Sheet Pan Pork Tenderloin with Herb Pan Sauce
and roasted Brussels sprouts / sweet potatoes
- Brussels sprouts - 1 lb , trimmed and halved
- Sweet potatoes - 1 lb , halved lengthwise and then cut into ½” slices
- Thyme, dried - 1 tsp
- Oregano, dried - 1 tsp
- Coriander, ground - 1 tsp
- Salt - 1 tsp
- Black pepper - 1/4 tsp
- Pork tenderloin - 1 1/2 lbs , trimmed
- Oil, cooking - 1 Tbsp + 2 Tbsp
- Quinoa, uncooked - 3/4 cup
- Stock, any type - 1 1/4 cups
- Parsley - 1 Tbsp , chopped
- Butter - 4 Tbsp
- Flour, all-purpose - 1 Tbsp
- Stock, any type - 1 cup
- Lemon juice - 2 tsp
- Mustard, Dijon - 2 tsp
Brussels sprouts / Sweet potatoes - (If prepping right before cooking, get oven heating first.) Prep as directed and combine. (Can be done up to 5 days ahead)
Make herb seasoning - Combine thyme, oregano, coriander, salt, and black pepper. (Can be done up to 5 days ahead)
Parsley - Prep as directed.
Pork tenderloin - Tenderize with a fork. Rub on all sides with herb seasoning. (Can be done 1 day ahead)
Quinoa - (Skip if made ahead.) Combine quinoa with stock (portion for quinoa) in a saucepan. Add some salt. Bring to a boil covered. Lower heat, keep covered, and cook until liquid is absorbed, 8 to 10 minutes. (Can be done up to 5 days ahead)
Heat oven to 425F / 218C.
Toss Brussels sprouts and sweet potatoes with first part of oil and some salt and pepper. Spread out on a sheet pan. Transfer sheet pan to oven and roast vegetables for 10 minutes.
While vegetables get started roasting, heat a large skillet with second part of oil over medium-high heat. Add pork and sear on all sides until deep golden brown, 8 to 10 minutes total.

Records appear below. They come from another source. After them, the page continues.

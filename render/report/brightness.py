"""The brightness figures of a clips run in its records and tables (:mod:`render.analysis.brightness`)."""

from __future__ import annotations

from ..analysis.brightness import BANDS_HZ, OutsideReference, band_key, band_label, brightness_records

COLUMNS = (*(f"{band_label(b)} re 1 kHz" for b in BANDS_HZ), f"vs reference, loudness-matched ({' / '.join(band_label(b) for b in BANDS_HZ)})")
NOTE = (
    "Band levels: mean of |H|² over the band on a log-frequency axis, dB re |H(1 kHz)|²;"
    " vs reference: the band's level difference from the reference design once both clips play at the same BS.1770-4 loudness"
    " (positive: brighter than the reference)."
)


def add_brightness(records, designs, *, reference: int | OutsideReference = 0) -> None:
    """Put each design's band levels and loudness-matched differences from ``designs[reference]`` (or a reference
    outside the designs, the comparison pickup) into its record's ``measurements``."""
    loud = [r["measurements"]["loudness_lufs_1v_full_scale"] for r in records]
    for rec, row in zip(records, brightness_records(designs, loud, reference=reference)):
        rec["measurements"].update(row)


def brightness_cells(m: dict) -> tuple[str, ...]:
    """The :data:`COLUMNS` cells of a record's ``measurements`` ("not computed" for a record without them)."""
    from ..analysis.undefined import cell

    if "reference_design" not in m:
        return ("not computed",) * len(COLUMNS)
    bands = tuple(cell(m, f"band_{band_key(b)}_re_1k_db", "+.1f", " dB") for b in BANDS_HZ)
    keys = [f"matched_diff_{band_key(b)}_db" for b in BANDS_HZ]
    if m.get("is_reference"):
        return (*bands, "reference")
    diffs = [cell(m, k, "+.1f", " dB") for k in keys]
    if all(m.get(k) is not None for k in keys):
        return (*bands, " / ".join(cell(m, k, "+.1f") for k in keys) + " dB")  # one unit for the pair: "+1.3 / -3.1 dB"
    return (*bands, diffs[0] if len(set(diffs)) == 1 else " / ".join(diffs))  # words, once when both bands share them
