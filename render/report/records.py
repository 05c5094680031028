"""The JSON record of a render: everything it used and measured, no times, no absolute paths."""

from __future__ import annotations

from typing import TYPE_CHECKING, Any

import numpy as np

from .. import __version__
from ..design import design_to_dict
from ..design.provenance import design_provenance

if TYPE_CHECKING:
    from ..clip import Clip, RenderSettings
    from ..design import Design


def measurements(design: Design, figures: dict, stats: dict, *, volts_full_scale: float) -> dict:
    """The measurements recorded in a clip's JSON: the design's figures and the render's.

    A figure with no finite value is None with a sibling ``<key>_reason`` (:mod:`render.analysis.undefined`).
    """
    from ..analysis import undefined as U
    from ..analysis.loudness import gated_loudness
    from ..clip import LOUDNESS_BLOCKS

    f, d = figures, design
    lufs_1v = stats["loudness_lufs_1v_full_scale"]
    out: dict = {}
    for key in ("resonance_hz", "resonance_db", "q", "level_1k_db", "gain_vs_passive_db", "hum_rejection_db"):
        U.put(out, key, f[key], U.reason(f, key))
    out["peaks"] = list(f.get("peaks") or [])  # every listed peak, highest first (the table's "peaks" column)
    out.update({"bias_v": d.bias_v, "headroom_up_v": d.headroom_up_v, "headroom_down_v": d.headroom_down_v})
    out.update({k: v for k, v in stats.items() if k not in ("loudness_lufs_1v_full_scale", LOUDNESS_BLOCKS)})
    # ITU-R BS.1770-4 integrated loudness of the WAV as written (its blocks gated at that scale: eq. 5's
    # absolute gate does not move with the scale), and re a 1 V full scale
    U.put(out, "loudness_lufs", gated_loudness(stats[LOUDNESS_BLOCKS], gain_db=-20 * np.log10(volts_full_scale)), U.SILENT)
    U.put(out, "loudness_lufs_1v_full_scale", lufs_1v, U.SILENT)
    return out


def clip_record(clip: Clip, *, settings: RenderSettings, volts_full_scale: float, rig_record: dict, dry_path) -> dict:
    """Everything a render used and measured, JSON-ready (no times, no absolute paths)."""
    stats = clip.stats
    return make_record(
        clip.design, clip.figures, stats, dry=clip.dry, samples=clip.volts.size, warnings=clip.warnings, settings=settings, volts_full_scale=volts_full_scale, rig_record=rig_record, dry_path=dry_path
    )


def make_record(d: Design, figures: dict, stats: dict, *, dry: dict, samples: int, warnings, settings: RenderSettings, volts_full_scale: float, rig_record: dict, dry_path: Any) -> dict:
    """The JSON record of one render from its parts."""
    design_info = design_to_dict(d)
    return {
        "design": d.name,
        "design_file": d.source,
        **design_provenance(d),
        "design_values": design_info,
        "sample_rate": settings.sample_rate,
        "volts_full_scale": volts_full_scale,
        "seconds": samples / settings.sample_rate,
        "dry": {"file": str(dry_path), **dry},
        "rig": rig_record,
        "hum": design_info["hum"] if settings.hum else None,
        "seed": settings.seed,
        "settings": settings.record(),
        "software_version": __version__,
        "measurements": measurements(d, figures, stats, volts_full_scale=volts_full_scale),
        "figures": {k: v for k, v in figures.items() if k != "passive"},
        "passive_figures": figures.get("passive"),
        "warnings": list(warnings),
    }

Remove vegetables from the oven and give them a stir. Place pork tenderloin in the center, nestling it between the vegetables. Return sheet pan to the oven and continue roasting until vegetables are tender and pork registers 145F / 63C, 13 to 16 minutes.
While pork and vegetables roast, return skillet you used to cook the pork to the stovetop. Reduce heat to medium. Add butter to heated skillet and heat until small bubbles form. Whisk in flour.
Slowly pour stock (portion for pan sauce) into skillet while whisking, scraping up any browned bits on the bottom of the pan. Continue cooking, whisking frequently, until sauce thickens, 3 to 4 minutes.
Remove skillet from heat and whisk in lemon juice, mustard, and parsley. Taste and season with some salt and pepper.
When pork and vegetables are finished, transfer pork to a cutting board and let rest, covered, for 5 minutes.
Reheat quinoa if made ahead.
Slice pork and serve over quinoa with vegetables on the side. Spoon pan sauce over everything. Enjoy!